AMD prepares to challenge Intel in the mobile processor market with the late March release of the first notebooks powered by a mobile version of its Athlon processor. While AMD has gained ground against Intel on the desktop, the chipmaker continues to lack a high-end product for the consumer and business notebook markets. Sources close to Hewlett-Packard and Compaq, however, confirm that they both plan to release notebooks with AMD's mobile Athlon chip in the March time frame. The release of notebooks running the mobile Athlon brings a second performance chip option to notebook consumers currently limited to Intel Pentium chips. But expect Intel to add some mobile speed updates of its own.

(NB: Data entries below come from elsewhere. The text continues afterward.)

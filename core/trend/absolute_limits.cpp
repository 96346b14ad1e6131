// SPDX-License-Identifier: GPL-3.0-or-later
#include "core/trend/absolute_limits.h"

#include "core/explanation/cautions.h"
#include "core/trend/flag_text.h"

#include <algorithm>
#include <map>

namespace evenstroke {
namespace {

constexpr std::size_t quiet_readings = 6;

bool waits_for_an_answer(const Judgement& judgement, std::size_t reading, const JudgedValue& value)
{
    const Quantity& q = quantity(value.quantity);
    if ((q.hard.low && value.raw < *q.hard.low) || (q.hard.high && value.raw > *q.hard.high))
        return true;
    return std::any_of(judgement.doubts.begin(), judgement.doubts.end(), [&](const Doubt& doubt) {
        return doubt.reading == reading && doubt.verdict != Doubt::Verdict::implausible &&
               doubt.verdict != Doubt::Verdict::unsteady && doubt.verdict != Doubt::Verdict::copied &&
               (!doubt.quantity || *doubt.quantity == value.quantity) && (!doubt.place || *doubt.place == value.place);
    });
}

Flag limit_flag(const Judgement& judgement, std::size_t reading, const JudgedValue& value, const AbsoluteLimit& limit)
{
    const Engine& engine = judgement.record->engine;
    const bool above = limit.high && value.raw > *limit.high;
    const double mark = above ? *limit.high : *limit.low;
    const Quantity& q = quantity(value.quantity);
    Flag flag;
    flag.reading = reading;
    flag.subject = value.place.kind == Place::Kind::cylinder ? value.place : Place::engine();
    flag.quantity = value.quantity;
    flag.severity = Level::act;
    flag.absolute_limit = true;
    flag.since = judgement.record->readings[reading].taken_at.utc;
    flag.carrying = {reading};
    flag.sentence = limit_sentence(engine, value.place, q, value.raw, mark, above, limit.source);
    flag.first_sentence = flag.sentence;
    flag.first_quantity = flag.quantity;
    flag.next_check = "Read it again at once. Stay inside the maker's limits: reduce load if in doubt.";
    flag.cautions = cautions_for({}, q.name, engine.two_stroke());
    return flag;
}

bool beyond(const AbsoluteLimit& limit, double raw)
{
    return (limit.high && raw > *limit.high) || (limit.low && raw < *limit.low);
}

} // namespace

void add_absolute_limit_flags(Judgement& judgement)
{
    const auto& limits = judgement.record->engine.limits;
    std::map<std::pair<QuantityId, Place>, std::size_t> open; // place -> index of its flag
    for (std::size_t i = 0; i < judgement.readings.size() && !limits.empty(); ++i) {
        for (const JudgedValue& value : judgement.readings[i].values) {
            const auto limit = std::find_if(limits.begin(), limits.end(), [&](const AbsoluteLimit& l) {
                return l.quantity == quantity(value.quantity).name;
            });
            if (limit == limits.end() || !beyond(*limit, value.raw) || waits_for_an_answer(judgement, i, value))
                continue;
            const auto key = std::make_pair(value.quantity, value.place);
            const auto found = open.find(key);
            if (found != open.end() && i - judgement.flags[found->second].carrying.back() <= quiet_readings) {
                judgement.flags[found->second].carrying.push_back(i);
                continue;
            }
            open[key] = judgement.flags.size();
            judgement.flags.push_back(limit_flag(judgement, i, value, *limit));
        }
    }
    for (Flag& flag : judgement.flags)
        if (flag.absolute_limit && flag.carrying.back() + 1 == judgement.readings.size())
            flag.level_now = Level::act;
    std::stable_sort(judgement.flags.begin(), judgement.flags.end(),
                     [](const Flag& a, const Flag& b) { return a.reading < b.reading; });
}

} // namespace evenstroke
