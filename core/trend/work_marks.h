// SPDX-License-Identifier: GPL-3.0-or-later
#pragma once

#include "core/trend/drift.h"
#include "core/trend/judgement.h"

namespace evenstroke {

/// Writes recorded work into the drift input: which stretches begin anew at which reading.
///
/// Work on a cylinder opens all its quantities; work on the whole engine all cylinders and the engine
/// level; a turbocharger or cooler the engine level. A changed or calibrated instrument opens what it reads,
/// or everything at its place where the event does not say which. Marks only (washing, fuel, notes) open nothing.
void mark_recorded_work(const EngineRecord& record, drift::Input& input);

} // namespace evenstroke
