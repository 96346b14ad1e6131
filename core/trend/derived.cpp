// SPDX-License-Identifier: GPL-3.0-or-later
#include "core/trend/derived.h"

#include "core/airside/charge_air_cooler.h"
#include "core/airside/turbocharger.h"
#include "core/engine/power.h"
#include "core/engine/propeller.h"
#include "core/reference/humid_air.h"
#include "core/reference/linear_correction.h"
#include "core/trend/derived_inputs.h"
#include "core/trend/deviations.h"

#include <algorithm>
#include <cmath>
#include <set>
#include <type_traits>

namespace evenstroke {
namespace {

using Numbers = std::span<const double>;

constexpr double bar_of_millibar = 1e-3;
constexpr int indicator = 1; ///< one instrument for all cylinders

template <typename Measured> std::optional<double> number(const Result<Measured>& result, double per_si = 1.0)
{
    if (!result.has_value())
        return std::nullopt;
    if constexpr (std::is_same_v<Measured, double>)
        return result.value() * per_si;
    else
        return result.value().value() * per_si;
}

/// A pitch other than the built one, or a gear, makes the slip unknown.
bool fixed_direct_propeller(const Engine& engine, const Reading& reading, const Conditions& conditions)
{
    const auto setting = engine_mean(reading, "propeller_pitch", conditions); // % of the built pitch
    return engine.two_stroke() && engine.propeller_pitch && (!setting || std::abs(*setting - 100.0) < 0.5);
}

bool blower_running(const Reading& reading)
{
    return std::any_of(reading.values.begin(), reading.values.end(), [](const Value& value) {
        return quantity(value.quantity).name == "auxiliary_blower_running" && value.phase == Phase::reading &&
               (value.words == "yes" || (value.words.empty() && value.typed == "yes"));
    });
}

class Deriving
{
public:
    Deriving(const Engine& engine, const Baseline& baseline, const Reading& reading)
        : engine_(engine), baseline_(baseline), reading_(reading), conditions_(find_conditions(engine, reading))
    {
        if (const auto swept = swept_volume(engine.bore, engine.stroke); swept.has_value())
            swept_ = swept.value();
    }

    std::vector<DerivedValue> all()
    {
        add_indicated_power();
        add_shaft();
        add_consumption();
        if (!blower_running(reading_)) {
            add_turbochargers("compressor_pressure_ratio", false, false);
            add_turbochargers("compressor_efficiency", true, false);
            add_turbochargers("turbocharger_efficiency", false, true);
        }
        add_cooler();
        add_condensate();
        add_compression_ratio();
        add_slip();
        return std::move(rows_);
    }
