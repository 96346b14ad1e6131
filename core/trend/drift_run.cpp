// SPDX-License-Identifier: GPL-3.0-or-later
#include "core/trend/drift_run.h"

#include "core/trend/robust.h"

#include <utility>

namespace evenstroke::drift {

namespace {

constexpr std::size_t cells_for_scatter = 10;
constexpr std::size_t first_values = 5; ///< judged together once they are there: nothing came before them

/// Ascending and finite, from the first reading on. A month that is neither counts like the one before.
std::vector<double> sound_months(const std::vector<double>& months)
{
    std::vector<double> sound;
    double origin = 0.0;
    bool known = false;
    for (const double month : months) {
        const bool usable = std::isfinite(month) && std::abs(month) < 1e6;
        if (usable && !known) {
            origin = month;
            known = true;
        }
        const double before = sound.empty() ? 0.0 : sound.back();
        sound.push_back(usable ? std::max(month - origin, before) : before);
    }
    return sound;
}

/// More often at first: a ship whose scatter is not the catalogue's shows it within half a year.
bool noise_is_renewed_at(std::size_t reading)
{
    return reading == 4 || reading == 6 || (reading >= 8 && reading % 4 == 0);
}

std::vector<std::string> names_of(const Input& input, const std::vector<std::size_t>& channels)
{
    std::vector<std::string> names;
    for (const std::size_t k : channels)
        names.push_back(input.channels[k].quantity);
    return names;
}

std::vector<std::size_t> channels_in_scan(const Input& input, const std::vector<ChannelHistory>& history)
{
    std::vector<std::size_t> scanned;
    for (std::size_t k = 0; k < history.size(); ++k)
        if (input.channels[k].in_scan && history[k].sound_input)
            scanned.push_back(k);
    return scanned;
}

std::vector<ChannelHistory> empty_history(const Input& input)
{
    std::vector<ChannelHistory> history;
    for (const Channel& channel : input.channels)
        history.emplace_back(channel, input.readings(), input.cylinders);
    return history;
}

} // namespace

DriftRun::DriftRun(const Input& input)
    : input_(&input), cylinders_(input.cylinders), months_(sound_months(input.months)),
      history_(empty_history(input)), scanned_(channels_in_scan(input, history_)),
      sums_(input.channels.size(), std::vector<RunningSums>(input.cylinders)),
      levels_(input.channels.size(), MaybeValues(input.cylinders)), typing_(input),
      matcher_(names_of(input, scanned_)), decisions_(input.cylinders), question_(input.cylinders),
      engine_(input)
{
    const std::size_t readings = input.readings();
    for (const Channel& channel : input.channels)
        apart_noise_.emplace_back(noise_against_others(channel.noise, cylinders_), prior_noise_weight);
    std::size_t engine_scanned = 0;
    for (const EngineSeries& series : engine_.series())
        engine_scanned += series.in_scan() ? 1 : 0;
    thresholds_ = thresholds_for(scanned_.size(), engine_scanned);
    output_.cylinder_threshold = thresholds_.cylinder;
    output_.engine_threshold = thresholds_.engine;
    output_.note_threshold = thresholds_.note;
    output_.readings.resize(readings);
    output_.cells.assign(input.channels.size(), std::vector<CellResult>(readings * cylinders_));
    output_.cylinders.resize(readings * cylinders_);
    output_.engine.resize(readings);
    output_.engine_cells.assign(engine_.series().size(), std::vector<CellResult>(readings));
    for (const EngineSeries& series : engine_.series())
        output_.engine_quantities.push_back(series.is_median() ? "median " + series.quantity()
                                                               : series.quantity());
    books_.assign(cylinders_ + 1, FlagBook(output_.flags));
}

void DriftRun::take(std::size_t reading)
{
    const ReadingOpinion opinion = look_at(reading);
    typing_.remember(reading, opinion);
    for (ChannelHistory& channel : history_)
        channel.take_texts(reading);
    output_.doubts.insert(output_.doubts.end(), opinion.doubts.begin(), opinion.doubts.end());
    output_.readings[reading].unsteady = opinion.unsteady;
    output_.readings[reading].scatter = opinion.scatter;
    keep_usable(reading, opinion);
    for (std::size_t k = 0; k < history_.size(); ++k)
        take_apart(reading, k, opinion);
    find_levels(reading);
    judge_poor(reading);
    learn_noise(reading);
    add_to_sums(reading);
    for (std::size_t j = 0; j < cylinders_; ++j)
        judge_cylinder(reading, j);
    judge_engine(reading, opinion);
    take_answers(reading);
}

ReadingOpinion DriftRun::look_at(std::size_t reading)
{
    open_segments(reading);
    if (noise_is_renewed_at(reading))
        for (std::size_t k = 0; k < history_.size(); ++k) {
            history_[k].check_noise.renew();
            history_[k].alone_noise.renew();
            apart_noise_[k].renew();
        }
    return typing_.look_at(reading, history_);
}

void DriftRun::open_segments(std::size_t reading)
{
    const std::size_t cells = input_->readings() * cylinders_;
    for (std::size_t j = 0; j < cylinders_; ++j) {
        const bool work = is_set(input_->cylinder_work, at(reading, j), cells);
        for (ChannelHistory& channel : history_)
            if (work || is_set(channel.input->segment_starts, at(reading, j), cells))
                channel.start[j] = reading;
        if (!work)
            continue;
        decisions_[j].recorded_work(reading);
        books_[j].close_all();
        if (question_[j])
            output_.flags[*question_[j]].active = false;
        question_[j].reset();
    }
    const bool engine_work = is_set(input_->engine_work, reading, input_->readings());
    for (std::size_t e = 0; e < engine_.series().size(); ++e) {
        const bool own = e < input_->engine_channels.size() &&
                         is_set(input_->engine_channels[e].segment_starts, reading, input_->readings());
        if (engine_work || own)
            engine_.series()[e].open_segment();
    }
    if (engine_work) {
        books_[cylinders_].close_all();
        last_engine_drift_.reset();
    }
}

void DriftRun::keep_usable(std::size_t reading, const ReadingOpinion& opinion)
{
    const bool excluded = is_set(input_->excluded, reading, input_->readings());
    const bool steady = !opinion.unsteady && !(reading > 0 && output_.readings[reading - 1].unsteady);
    for (std::size_t k = 0; k < history_.size(); ++k) {
        MaybeValues row(cylinders_);
        for (std::size_t j = 0; j < cylinders_; ++j) {
            const Cell* cell = history_[k].cell(reading, j);
            output_.cells[k][at(reading, j)].doubtful = opinion.held[k][j] != 0 && cell;
            if (cell && !opinion.held[k][j])
                row[j] = usable_deviation(*cell, input_->channels[k].noise);
        }
        if (!excluded)
            history_[k].take(reading, row, steady);
        else
            std::copy(row.begin(), row.end(),
                      history_[k].deviation.begin() + static_cast<std::ptrdiff_t>(at(reading, 0)));
    }
}

void DriftRun::take_apart(std::size_t reading, std::size_t channel, const ReadingOpinion& opinion)
{
    const ChannelHistory& history = history_[channel];
    std::vector<double> offsets(cylinders_);
    for (std::size_t j = 0; j < cylinders_; ++j) {
        const std::size_t supposed = decisions_[j].supposed();
        offsets[j] = supposed <= history.start[j] && history.sound_input && history.input->checked
                         ? opinion.cylinders[channel][j].own_offset // from the same readings
                         : own_offset(history.from_others, cylinders_, j,
                                      std::max(history.start[j], supposed), reading)
                               .amount;
    }
    const Row row = Row(history.deviation).subspan(at(reading, 0), cylinders_);
    const double noise = apart_noise_[channel].value();
    const MaybeValues common = common_mode(row, offsets, noise);
    for (std::size_t j = 0; j < cylinders_; ++j) {
        CellResult& cell = output_.cells[channel][at(reading, j)];
        cell.own_offset = offsets[j];
        cell.noise = noise;
        cell.segment_start = history.start[j];
        if (!row[j] || !common[j])
            continue;
        cell.apart = *row[j] - *common[j];
    }
}

void DriftRun::learn_noise(std::size_t reading)
{
    if (reading == 0 || is_set(input_->excluded, reading, input_->readings()))
        return;
    const bool steady = !output_.readings[reading].poor && !output_.readings[reading - 1].poor;
    for (std::size_t k = 0; k < history_.size(); ++k)
        for (std::size_t j = 0; j < cylinders_; ++j) {
            const auto &now = output_.cells[k][at(reading, j)].apart,
                       &before = output_.cells[k][at(reading - 1, j)].apart;
            if (now && before && history_[k].start[j] < reading)
                apart_noise_[k].add_difference(*now - *before, steady);
        }
}

std::optional<double> DriftRun::recent_level(std::size_t reading, std::size_t channel,
                                             std::size_t cylinder) const
{
    constexpr std::size_t memory = 5, needed = 2;
    std::array<double, memory> last{};
    std::size_t count = 0;
    for (std::size_t i = reading; i > history_[channel].start[cylinder] && count < memory; --i) {
        const CellResult& cell = output_.cells[channel][at(i - 1, cylinder)];
        if (cell.used)
            last[count++] = *cell.apart;
    }
    if (count < needed)
        return std::nullopt;
    return median_in_place(std::span(last.data(), count));
}

void DriftRun::find_levels(std::size_t reading)
{
    for (std::size_t k = 0; k < history_.size(); ++k)
        for (std::size_t j = 0; j < cylinders_; ++j)
            levels_[k][j] = output_.cells[k][at(reading, j)].apart ? recent_level(reading, k, j) : std::nullopt;
}

void DriftRun::judge_poor(std::size_t reading)
{
    ReadingResult& result = output_.readings[reading];
    if (is_set(input_->excluded, reading, input_->readings())) {
        result.poor = true;
        return;
    }
    if (reading < 2)
        return;
    std::vector<double> distances;
    for (const std::size_t k : scanned_)
        for (std::size_t j = 0; j < cylinders_; ++j) {
            const CellResult& cell = output_.cells[k][at(reading, j)];
            if (!cell.apart)
                continue;
            if (const auto& level = levels_[k][j])
                distances.push_back(std::abs(*cell.apart - *level) / cell.noise);
        }
    if (distances.size() < cells_for_scatter)
        return;
    const double known = static_cast<double>(std::min<std::size_t>(reading, 5));
    const double scatter = median_to_sigma * median_in_place(distances) / std::sqrt(1.0 + 1.4 / known);
    result.poor = scatter > unsteady_scatter;
}

double DriftRun::clip_one_off(std::size_t channel, std::size_t cylinder, double apart) const
{
    const auto& level = levels_[channel][cylinder];
    return level ? pull_in(apart, *level, 2.5 * apart_noise_[channel].value()) : apart;
}

void DriftRun::add_to_sums(std::size_t reading)
{
    const bool poor = output_.readings[reading].poor;
    for (std::size_t k = 0; k < history_.size(); ++k)
        for (std::size_t j = 0; j < cylinders_; ++j) {
            CellResult& cell = output_.cells[k][at(reading, j)];
            std::optional<double> value;
            if (cell.apart && !poor) {
                value = clip_one_off(k, j, *cell.apart);
                cell.used = true;
                cell.clipped = *value;
            }
            sums_[k][j].add(months_[reading], value);
            cell.usable =
                static_cast<std::size_t>(sums_[k][j].between(history_[k].start[j], reading).count + 0.5);
            if (value && cell.usable == first_values)
                renew_first_values(reading, k, j);
        }
}

void DriftRun::renew_first_values(std::size_t reading, std::size_t channel, std::size_t cylinder)
{
    std::vector<std::size_t> readings;
    std::vector<double> values;
    for (std::size_t i = history_[channel].start[cylinder]; i <= reading; ++i)
        if (const CellResult& cell = output_.cells[channel][at(i, cylinder)]; cell.used) {
            readings.push_back(i);
            values.push_back(*cell.apart);
        }
    const double middle = median_in_place(values), reach = 2.5 * apart_noise_[channel].value();
    for (const std::size_t i : readings)
        sums_[channel][cylinder].replace(
            i, months_[i], pull_in(*output_.cells[channel][at(i, cylinder)].apart, middle, reach));
}

std::vector<ScanSeries> DriftRun::series_of(std::size_t cylinder, std::size_t not_before) const
{
    std::vector<ScanSeries> series;
    for (const std::size_t k : scanned_)
        series.push_back({&sums_[k][cylinder], std::max(history_[k].start[cylinder], not_before),
                          apart_noise_[k].value()});
    return series;
}

Output DriftRun::finish()
{
    return std::move(output_);
}

} // namespace evenstroke::drift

AMD remains tight-lipped on the exact release date of the mobile Athlon and on the speeds of the new chip. The company will only commit to a late first-quarter release date at this time, says an AMD spokesperson.

Fast and Portable Athlons

A source close to Hewlett-Packard shed more light on the situation, saying HP plans to use the mobile Athlon in both its consumer Pavilion notebooks and its OmniBook business notebooks. The high-end machines will use a 900-MHz mobile Athlon chip, the HP source says.

Likewise, a Compaq source admits strong interest in the mobile Athlon, saying that some notebooks with at least a 900-MHz processor will arrive by March.

"The key to penetration in the corporate space is getting one or more of the large tier-one vendors to use the products," says Dean McCarron, principal analyst at Mercury Research. "The mobile Athlon would be an important piece to having a complete top-to-bottom line for AMD."

AMD has suffered from a lack of presence in the notebook sector, only offering its low-end K6 line of chips. The new mobile Athlon might be AMD's first true attack against Intel in notebook markets, McCarron says.

A Desktop Contender

"Certainly, we have seen that AMD has been a strong competitor to Intel in the desktop market and presumably that would happen in the notebook space as well," he says.

This month, analysts at Microprocessor Report awarded the best PC processor prize to AMD's Athlon even over Intel's latest desktop weapon, the Pentium 4.

And in the mobile market, Intel does not plan to be left behind. The chip behemoth plans to unveil a 900-MHz and a 1-GHz mobile Pentium III chip by mid-2001, according to an Intel spokesperson.